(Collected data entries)
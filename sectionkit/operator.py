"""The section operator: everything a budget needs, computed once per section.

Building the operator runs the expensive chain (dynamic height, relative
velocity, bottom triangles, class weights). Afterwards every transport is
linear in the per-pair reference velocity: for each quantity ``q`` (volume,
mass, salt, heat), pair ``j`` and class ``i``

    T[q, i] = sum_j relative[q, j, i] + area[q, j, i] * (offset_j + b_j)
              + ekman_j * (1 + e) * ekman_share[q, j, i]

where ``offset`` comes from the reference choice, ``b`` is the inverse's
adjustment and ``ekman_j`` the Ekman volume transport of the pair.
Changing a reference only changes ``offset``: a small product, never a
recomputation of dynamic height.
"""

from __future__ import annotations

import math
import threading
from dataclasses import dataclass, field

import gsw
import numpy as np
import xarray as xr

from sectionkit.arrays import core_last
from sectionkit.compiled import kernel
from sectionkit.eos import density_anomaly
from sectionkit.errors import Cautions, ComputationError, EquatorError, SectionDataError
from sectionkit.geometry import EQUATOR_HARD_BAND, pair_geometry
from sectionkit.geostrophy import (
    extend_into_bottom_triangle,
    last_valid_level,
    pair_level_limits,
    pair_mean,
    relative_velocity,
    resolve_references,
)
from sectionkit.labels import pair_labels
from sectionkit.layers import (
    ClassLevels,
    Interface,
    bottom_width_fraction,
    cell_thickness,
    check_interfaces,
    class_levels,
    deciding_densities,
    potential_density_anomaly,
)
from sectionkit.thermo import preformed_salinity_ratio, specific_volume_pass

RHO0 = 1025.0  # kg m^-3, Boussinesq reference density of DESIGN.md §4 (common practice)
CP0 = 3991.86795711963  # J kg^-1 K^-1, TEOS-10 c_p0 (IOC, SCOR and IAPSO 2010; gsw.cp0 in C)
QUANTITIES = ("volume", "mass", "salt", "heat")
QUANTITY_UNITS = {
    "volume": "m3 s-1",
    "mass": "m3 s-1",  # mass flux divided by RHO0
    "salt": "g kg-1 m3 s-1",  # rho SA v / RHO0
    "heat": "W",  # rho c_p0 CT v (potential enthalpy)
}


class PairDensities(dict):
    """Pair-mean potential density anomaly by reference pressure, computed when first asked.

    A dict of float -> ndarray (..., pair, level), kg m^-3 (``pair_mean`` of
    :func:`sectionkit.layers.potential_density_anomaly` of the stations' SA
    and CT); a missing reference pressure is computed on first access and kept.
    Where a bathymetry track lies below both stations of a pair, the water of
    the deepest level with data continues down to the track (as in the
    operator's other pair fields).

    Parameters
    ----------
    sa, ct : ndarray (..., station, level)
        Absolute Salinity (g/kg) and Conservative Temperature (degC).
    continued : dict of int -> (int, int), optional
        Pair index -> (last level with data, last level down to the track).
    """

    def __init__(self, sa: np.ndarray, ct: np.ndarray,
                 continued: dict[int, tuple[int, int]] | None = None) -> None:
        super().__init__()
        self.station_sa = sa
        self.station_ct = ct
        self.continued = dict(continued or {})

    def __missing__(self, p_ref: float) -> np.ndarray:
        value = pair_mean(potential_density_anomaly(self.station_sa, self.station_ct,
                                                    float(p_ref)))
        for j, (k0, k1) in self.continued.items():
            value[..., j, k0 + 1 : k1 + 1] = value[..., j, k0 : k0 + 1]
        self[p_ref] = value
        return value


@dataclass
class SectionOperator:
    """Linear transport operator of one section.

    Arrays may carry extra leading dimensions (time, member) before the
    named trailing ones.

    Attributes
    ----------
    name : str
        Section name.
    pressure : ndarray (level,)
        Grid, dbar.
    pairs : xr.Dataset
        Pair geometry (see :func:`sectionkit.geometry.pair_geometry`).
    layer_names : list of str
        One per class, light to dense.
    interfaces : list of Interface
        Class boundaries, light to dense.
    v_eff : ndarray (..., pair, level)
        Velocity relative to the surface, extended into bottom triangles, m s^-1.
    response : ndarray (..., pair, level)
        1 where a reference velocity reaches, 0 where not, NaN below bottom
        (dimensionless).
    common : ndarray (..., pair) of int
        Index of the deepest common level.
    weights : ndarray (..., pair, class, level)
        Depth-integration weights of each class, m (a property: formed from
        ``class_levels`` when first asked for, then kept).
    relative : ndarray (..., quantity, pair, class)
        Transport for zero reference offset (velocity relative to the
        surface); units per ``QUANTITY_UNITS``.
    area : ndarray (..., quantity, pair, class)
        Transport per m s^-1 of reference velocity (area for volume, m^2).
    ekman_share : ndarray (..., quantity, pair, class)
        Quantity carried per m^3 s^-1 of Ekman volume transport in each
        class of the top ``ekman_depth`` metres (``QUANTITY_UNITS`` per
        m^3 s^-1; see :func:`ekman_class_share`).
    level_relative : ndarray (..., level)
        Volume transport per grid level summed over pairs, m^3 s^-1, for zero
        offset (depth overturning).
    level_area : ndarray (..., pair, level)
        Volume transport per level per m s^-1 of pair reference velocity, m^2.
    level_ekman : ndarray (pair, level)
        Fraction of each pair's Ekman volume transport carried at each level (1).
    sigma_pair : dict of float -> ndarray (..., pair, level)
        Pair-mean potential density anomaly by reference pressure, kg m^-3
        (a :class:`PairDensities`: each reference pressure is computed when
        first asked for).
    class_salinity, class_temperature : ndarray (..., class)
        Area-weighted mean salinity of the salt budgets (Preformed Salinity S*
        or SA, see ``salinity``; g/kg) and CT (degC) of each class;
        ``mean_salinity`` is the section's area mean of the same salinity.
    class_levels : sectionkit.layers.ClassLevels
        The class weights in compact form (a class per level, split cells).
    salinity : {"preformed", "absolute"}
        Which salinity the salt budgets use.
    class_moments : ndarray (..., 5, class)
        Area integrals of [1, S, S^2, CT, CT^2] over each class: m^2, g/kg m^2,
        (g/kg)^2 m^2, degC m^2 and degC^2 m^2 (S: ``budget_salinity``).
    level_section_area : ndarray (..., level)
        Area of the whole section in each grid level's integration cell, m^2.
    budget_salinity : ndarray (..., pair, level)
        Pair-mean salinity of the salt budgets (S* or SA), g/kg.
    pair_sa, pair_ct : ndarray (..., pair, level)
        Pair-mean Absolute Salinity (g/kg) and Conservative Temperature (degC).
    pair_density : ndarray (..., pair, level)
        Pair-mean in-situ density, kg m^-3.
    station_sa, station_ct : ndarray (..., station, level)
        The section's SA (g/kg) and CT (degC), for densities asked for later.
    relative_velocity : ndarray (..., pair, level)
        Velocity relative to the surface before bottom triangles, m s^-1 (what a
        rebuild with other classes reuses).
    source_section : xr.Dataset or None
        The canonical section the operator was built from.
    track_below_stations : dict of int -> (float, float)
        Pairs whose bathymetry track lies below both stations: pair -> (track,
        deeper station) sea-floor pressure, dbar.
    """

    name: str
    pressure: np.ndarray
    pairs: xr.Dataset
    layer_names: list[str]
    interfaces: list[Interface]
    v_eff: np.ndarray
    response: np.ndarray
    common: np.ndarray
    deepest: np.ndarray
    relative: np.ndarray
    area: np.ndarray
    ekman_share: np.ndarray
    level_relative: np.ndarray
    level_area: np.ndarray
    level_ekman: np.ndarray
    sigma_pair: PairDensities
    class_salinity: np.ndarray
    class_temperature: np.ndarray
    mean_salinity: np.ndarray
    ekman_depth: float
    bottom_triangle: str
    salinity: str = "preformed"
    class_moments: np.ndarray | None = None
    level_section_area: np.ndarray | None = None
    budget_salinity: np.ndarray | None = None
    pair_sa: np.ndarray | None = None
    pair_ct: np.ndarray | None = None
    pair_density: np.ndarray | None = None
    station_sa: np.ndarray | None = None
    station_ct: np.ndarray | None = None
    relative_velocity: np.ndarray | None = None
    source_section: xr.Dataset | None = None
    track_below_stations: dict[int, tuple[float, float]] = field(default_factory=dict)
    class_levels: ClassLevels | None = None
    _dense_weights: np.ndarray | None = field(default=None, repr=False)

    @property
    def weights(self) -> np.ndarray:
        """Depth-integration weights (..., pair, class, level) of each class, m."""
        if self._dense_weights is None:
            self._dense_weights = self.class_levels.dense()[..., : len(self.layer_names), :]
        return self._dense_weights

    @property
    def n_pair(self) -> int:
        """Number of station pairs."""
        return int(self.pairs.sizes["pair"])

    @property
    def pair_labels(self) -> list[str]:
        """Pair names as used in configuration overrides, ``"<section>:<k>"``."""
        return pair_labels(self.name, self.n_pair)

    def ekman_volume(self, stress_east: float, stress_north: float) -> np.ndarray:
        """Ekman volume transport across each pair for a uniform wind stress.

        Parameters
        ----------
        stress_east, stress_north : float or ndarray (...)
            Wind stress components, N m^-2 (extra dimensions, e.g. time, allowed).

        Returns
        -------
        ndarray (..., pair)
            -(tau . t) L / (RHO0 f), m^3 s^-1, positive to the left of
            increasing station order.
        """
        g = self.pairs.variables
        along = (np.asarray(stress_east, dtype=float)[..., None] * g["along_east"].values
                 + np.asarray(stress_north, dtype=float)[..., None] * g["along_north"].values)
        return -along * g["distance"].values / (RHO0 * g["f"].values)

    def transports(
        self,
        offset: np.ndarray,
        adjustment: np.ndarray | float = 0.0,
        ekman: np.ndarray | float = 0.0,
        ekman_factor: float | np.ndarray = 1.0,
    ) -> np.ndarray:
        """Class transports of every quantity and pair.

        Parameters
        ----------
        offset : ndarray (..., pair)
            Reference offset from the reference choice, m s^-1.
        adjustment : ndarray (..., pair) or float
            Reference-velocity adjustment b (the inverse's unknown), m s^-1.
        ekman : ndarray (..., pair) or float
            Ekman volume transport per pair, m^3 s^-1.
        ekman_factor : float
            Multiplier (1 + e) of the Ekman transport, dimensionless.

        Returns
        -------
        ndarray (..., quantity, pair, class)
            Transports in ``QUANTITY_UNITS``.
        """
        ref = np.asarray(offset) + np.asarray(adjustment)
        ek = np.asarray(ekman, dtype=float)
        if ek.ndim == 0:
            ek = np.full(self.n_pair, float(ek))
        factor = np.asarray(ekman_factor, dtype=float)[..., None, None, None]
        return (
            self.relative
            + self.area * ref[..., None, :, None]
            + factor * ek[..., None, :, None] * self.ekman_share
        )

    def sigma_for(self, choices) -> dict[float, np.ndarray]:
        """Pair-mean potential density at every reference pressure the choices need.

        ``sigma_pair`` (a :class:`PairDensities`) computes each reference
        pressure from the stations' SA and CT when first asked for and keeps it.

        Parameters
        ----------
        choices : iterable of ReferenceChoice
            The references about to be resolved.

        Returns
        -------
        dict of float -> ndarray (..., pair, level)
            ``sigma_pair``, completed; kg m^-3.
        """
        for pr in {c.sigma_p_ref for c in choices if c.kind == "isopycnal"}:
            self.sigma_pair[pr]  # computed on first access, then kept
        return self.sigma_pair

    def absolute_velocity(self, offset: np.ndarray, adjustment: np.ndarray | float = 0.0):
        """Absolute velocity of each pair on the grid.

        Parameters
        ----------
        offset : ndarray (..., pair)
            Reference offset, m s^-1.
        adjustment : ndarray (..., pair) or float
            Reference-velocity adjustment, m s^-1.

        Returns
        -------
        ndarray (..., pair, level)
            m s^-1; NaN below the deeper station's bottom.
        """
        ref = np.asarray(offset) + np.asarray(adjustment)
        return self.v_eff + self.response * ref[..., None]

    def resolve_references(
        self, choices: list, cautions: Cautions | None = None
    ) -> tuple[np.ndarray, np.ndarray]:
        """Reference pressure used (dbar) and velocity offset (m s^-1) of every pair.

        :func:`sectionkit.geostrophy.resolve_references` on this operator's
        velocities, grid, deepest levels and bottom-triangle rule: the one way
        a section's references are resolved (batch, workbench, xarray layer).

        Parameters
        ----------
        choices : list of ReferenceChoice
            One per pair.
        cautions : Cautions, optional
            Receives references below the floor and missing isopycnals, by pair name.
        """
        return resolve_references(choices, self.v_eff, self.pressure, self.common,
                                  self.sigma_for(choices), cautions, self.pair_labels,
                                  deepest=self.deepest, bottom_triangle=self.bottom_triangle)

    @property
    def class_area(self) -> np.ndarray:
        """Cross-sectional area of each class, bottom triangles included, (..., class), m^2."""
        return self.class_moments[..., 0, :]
...
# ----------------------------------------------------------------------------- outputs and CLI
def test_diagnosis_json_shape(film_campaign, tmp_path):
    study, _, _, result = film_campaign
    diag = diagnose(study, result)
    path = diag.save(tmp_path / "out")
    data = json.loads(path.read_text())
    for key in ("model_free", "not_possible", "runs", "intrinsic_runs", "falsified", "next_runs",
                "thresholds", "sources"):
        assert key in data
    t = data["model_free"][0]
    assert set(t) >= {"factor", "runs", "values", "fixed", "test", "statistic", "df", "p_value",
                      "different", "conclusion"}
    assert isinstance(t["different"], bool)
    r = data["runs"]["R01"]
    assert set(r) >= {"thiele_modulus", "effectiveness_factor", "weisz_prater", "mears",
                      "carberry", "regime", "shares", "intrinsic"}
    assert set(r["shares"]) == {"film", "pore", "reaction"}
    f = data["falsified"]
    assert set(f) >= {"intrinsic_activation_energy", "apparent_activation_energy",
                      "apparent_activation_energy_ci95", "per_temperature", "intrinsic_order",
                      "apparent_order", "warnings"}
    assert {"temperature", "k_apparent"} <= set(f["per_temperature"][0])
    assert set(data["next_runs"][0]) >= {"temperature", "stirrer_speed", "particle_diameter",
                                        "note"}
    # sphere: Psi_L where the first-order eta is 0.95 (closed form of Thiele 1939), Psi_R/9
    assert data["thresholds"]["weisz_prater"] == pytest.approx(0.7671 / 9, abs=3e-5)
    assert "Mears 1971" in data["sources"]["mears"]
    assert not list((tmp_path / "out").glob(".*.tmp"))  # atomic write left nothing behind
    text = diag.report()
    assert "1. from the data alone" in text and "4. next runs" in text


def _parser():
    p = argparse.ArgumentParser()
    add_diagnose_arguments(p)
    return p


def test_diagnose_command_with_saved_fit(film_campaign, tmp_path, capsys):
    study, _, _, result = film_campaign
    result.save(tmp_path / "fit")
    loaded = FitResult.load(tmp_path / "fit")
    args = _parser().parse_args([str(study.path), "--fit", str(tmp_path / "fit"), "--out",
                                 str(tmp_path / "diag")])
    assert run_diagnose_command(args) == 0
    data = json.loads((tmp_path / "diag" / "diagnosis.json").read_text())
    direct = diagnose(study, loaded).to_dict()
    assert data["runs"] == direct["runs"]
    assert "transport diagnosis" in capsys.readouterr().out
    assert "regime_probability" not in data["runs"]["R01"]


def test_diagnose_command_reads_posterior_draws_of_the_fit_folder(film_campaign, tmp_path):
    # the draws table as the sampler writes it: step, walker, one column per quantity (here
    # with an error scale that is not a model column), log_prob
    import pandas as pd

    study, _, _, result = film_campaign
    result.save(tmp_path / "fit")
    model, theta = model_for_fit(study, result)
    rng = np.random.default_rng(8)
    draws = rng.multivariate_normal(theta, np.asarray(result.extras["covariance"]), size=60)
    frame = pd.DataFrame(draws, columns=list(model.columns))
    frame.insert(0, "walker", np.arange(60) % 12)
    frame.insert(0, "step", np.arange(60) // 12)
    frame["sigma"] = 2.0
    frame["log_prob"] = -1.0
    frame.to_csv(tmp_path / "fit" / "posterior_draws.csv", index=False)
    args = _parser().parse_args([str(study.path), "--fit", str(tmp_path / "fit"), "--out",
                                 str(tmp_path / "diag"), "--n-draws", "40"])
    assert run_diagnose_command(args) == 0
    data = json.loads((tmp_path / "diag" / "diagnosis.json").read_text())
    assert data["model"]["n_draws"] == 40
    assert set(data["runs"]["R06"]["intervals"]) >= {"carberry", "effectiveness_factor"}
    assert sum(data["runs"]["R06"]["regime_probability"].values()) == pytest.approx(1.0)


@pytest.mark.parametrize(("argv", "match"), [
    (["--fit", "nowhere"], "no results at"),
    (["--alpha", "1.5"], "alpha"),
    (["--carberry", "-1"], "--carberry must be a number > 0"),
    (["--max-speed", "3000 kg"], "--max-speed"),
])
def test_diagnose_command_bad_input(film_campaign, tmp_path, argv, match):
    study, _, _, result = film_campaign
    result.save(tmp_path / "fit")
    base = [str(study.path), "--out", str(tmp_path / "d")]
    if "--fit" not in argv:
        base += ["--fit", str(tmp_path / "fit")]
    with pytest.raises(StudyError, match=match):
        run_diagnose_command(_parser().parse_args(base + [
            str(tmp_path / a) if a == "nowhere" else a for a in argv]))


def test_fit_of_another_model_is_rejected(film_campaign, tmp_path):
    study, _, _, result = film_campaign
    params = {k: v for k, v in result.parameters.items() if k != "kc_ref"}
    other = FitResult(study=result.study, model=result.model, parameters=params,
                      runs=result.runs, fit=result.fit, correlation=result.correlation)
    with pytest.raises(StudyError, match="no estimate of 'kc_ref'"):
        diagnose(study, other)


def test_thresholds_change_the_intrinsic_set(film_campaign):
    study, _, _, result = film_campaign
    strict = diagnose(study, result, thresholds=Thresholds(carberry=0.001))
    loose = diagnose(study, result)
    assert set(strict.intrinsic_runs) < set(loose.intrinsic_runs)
* * *
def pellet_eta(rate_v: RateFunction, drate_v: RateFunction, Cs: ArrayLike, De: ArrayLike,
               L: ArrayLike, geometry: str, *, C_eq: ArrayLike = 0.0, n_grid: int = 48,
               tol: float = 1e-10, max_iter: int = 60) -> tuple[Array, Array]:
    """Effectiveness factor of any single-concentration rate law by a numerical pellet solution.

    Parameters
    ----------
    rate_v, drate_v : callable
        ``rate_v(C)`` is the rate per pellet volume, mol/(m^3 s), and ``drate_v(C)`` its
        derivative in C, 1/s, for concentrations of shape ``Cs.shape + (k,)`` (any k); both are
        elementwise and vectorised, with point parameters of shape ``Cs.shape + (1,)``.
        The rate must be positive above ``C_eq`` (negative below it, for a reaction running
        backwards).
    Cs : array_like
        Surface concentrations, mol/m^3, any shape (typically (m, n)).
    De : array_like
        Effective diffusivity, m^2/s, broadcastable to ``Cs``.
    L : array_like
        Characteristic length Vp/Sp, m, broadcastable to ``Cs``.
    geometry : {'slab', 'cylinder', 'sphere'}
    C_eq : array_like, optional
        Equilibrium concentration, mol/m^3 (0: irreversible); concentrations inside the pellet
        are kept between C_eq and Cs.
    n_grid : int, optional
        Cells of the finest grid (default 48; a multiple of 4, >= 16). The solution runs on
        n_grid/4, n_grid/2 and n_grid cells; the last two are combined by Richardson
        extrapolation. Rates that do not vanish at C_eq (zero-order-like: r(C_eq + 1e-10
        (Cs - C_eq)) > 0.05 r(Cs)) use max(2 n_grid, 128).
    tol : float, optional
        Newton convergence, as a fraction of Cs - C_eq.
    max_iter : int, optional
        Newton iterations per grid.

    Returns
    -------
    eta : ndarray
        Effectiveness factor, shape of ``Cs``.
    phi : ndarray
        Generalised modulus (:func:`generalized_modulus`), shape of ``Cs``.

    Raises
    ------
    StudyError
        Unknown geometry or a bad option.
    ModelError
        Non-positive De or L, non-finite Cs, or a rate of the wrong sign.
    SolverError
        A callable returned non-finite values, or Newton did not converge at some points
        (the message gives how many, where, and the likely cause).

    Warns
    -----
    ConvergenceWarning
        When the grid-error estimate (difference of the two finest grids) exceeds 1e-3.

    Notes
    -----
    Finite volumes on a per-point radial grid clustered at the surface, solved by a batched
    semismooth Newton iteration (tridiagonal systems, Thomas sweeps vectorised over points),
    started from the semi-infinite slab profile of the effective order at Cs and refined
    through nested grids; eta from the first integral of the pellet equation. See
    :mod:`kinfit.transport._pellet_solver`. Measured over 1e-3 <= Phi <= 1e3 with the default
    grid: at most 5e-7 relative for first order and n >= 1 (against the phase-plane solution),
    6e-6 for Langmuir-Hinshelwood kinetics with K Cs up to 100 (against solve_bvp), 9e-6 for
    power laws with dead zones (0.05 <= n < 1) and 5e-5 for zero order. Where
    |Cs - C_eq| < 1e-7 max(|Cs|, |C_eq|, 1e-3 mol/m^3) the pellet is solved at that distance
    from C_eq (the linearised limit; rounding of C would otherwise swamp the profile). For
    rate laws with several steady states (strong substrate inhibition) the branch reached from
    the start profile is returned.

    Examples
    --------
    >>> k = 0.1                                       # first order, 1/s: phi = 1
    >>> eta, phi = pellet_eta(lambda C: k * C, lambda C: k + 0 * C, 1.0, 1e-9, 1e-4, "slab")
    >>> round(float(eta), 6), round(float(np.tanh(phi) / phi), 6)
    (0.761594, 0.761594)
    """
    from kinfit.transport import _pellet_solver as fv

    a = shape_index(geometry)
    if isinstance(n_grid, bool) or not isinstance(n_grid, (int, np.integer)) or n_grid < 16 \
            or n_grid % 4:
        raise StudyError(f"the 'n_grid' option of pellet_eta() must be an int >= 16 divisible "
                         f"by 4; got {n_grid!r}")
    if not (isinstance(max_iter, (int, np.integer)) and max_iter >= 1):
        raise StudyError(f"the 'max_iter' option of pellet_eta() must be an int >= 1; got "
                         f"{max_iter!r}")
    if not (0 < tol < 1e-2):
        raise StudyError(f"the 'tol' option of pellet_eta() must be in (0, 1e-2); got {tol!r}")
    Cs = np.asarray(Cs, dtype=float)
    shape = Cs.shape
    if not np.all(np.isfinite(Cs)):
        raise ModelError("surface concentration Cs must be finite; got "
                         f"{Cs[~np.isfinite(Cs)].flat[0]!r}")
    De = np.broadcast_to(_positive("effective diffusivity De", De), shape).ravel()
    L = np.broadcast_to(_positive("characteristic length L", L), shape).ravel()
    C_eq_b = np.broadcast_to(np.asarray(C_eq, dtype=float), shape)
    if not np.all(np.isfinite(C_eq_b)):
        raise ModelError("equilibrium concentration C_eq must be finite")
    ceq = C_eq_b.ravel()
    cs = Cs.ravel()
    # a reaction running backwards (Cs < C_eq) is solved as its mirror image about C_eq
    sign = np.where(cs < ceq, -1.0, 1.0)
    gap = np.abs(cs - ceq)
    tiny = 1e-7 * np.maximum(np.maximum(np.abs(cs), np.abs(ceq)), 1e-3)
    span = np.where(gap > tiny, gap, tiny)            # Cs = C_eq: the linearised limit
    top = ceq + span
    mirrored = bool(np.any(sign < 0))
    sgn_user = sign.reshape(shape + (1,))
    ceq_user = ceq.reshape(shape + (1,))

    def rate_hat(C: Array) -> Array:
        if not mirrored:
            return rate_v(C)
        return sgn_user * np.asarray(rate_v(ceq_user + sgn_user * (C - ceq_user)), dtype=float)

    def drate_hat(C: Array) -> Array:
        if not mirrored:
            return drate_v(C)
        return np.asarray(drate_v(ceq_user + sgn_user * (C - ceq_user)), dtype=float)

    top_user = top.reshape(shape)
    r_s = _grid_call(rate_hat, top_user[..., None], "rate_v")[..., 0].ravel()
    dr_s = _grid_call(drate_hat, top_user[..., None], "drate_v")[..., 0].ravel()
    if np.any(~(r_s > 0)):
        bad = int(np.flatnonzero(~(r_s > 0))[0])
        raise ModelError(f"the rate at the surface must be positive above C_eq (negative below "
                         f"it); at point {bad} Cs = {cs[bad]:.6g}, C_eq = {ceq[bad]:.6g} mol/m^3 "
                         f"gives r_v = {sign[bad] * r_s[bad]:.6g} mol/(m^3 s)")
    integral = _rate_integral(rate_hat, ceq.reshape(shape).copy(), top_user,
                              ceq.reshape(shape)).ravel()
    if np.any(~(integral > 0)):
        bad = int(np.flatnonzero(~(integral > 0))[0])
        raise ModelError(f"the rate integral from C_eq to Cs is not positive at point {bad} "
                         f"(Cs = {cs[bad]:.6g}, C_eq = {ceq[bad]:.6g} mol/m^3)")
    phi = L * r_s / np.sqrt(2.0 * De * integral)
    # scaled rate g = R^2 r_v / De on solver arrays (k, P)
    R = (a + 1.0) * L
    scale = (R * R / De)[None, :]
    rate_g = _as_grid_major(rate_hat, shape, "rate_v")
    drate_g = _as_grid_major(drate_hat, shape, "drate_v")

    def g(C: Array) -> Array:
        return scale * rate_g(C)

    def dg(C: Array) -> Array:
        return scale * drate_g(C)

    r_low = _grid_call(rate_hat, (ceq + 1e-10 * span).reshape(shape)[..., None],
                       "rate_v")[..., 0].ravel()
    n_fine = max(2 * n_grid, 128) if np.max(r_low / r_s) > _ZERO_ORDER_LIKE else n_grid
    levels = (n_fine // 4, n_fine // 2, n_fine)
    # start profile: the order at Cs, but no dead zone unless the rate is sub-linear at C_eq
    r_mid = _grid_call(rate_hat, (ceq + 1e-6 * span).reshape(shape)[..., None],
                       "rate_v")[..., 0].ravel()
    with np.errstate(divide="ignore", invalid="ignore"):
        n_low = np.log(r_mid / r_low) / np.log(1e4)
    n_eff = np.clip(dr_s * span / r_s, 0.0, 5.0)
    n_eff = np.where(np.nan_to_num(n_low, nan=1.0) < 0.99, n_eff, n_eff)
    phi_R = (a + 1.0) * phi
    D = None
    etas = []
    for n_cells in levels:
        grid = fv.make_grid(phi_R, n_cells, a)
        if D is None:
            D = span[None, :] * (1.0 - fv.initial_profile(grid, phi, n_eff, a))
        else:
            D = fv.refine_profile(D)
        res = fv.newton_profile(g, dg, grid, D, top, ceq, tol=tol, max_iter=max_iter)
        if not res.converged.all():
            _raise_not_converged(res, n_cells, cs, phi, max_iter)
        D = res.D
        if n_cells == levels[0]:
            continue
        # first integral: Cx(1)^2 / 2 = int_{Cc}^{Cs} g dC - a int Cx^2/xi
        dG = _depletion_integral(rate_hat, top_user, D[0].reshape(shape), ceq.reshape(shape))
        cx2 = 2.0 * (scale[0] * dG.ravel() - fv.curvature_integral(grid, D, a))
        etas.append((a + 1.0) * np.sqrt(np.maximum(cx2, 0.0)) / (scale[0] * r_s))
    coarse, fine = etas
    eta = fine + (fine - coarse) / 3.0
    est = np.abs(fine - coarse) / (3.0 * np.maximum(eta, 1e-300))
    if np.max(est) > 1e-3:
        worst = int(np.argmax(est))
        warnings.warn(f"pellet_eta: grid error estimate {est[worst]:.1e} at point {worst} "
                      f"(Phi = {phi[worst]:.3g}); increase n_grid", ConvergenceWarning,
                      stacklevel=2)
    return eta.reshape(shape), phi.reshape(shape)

## [WHAT YOU SHOULD DO]
Extract each line from the entries above that contains the string "resolved".

## [EXERCISE RESPONSE]
            The references about to be resolved.
        a section's references are resolved (batch, workbench, xarray layer).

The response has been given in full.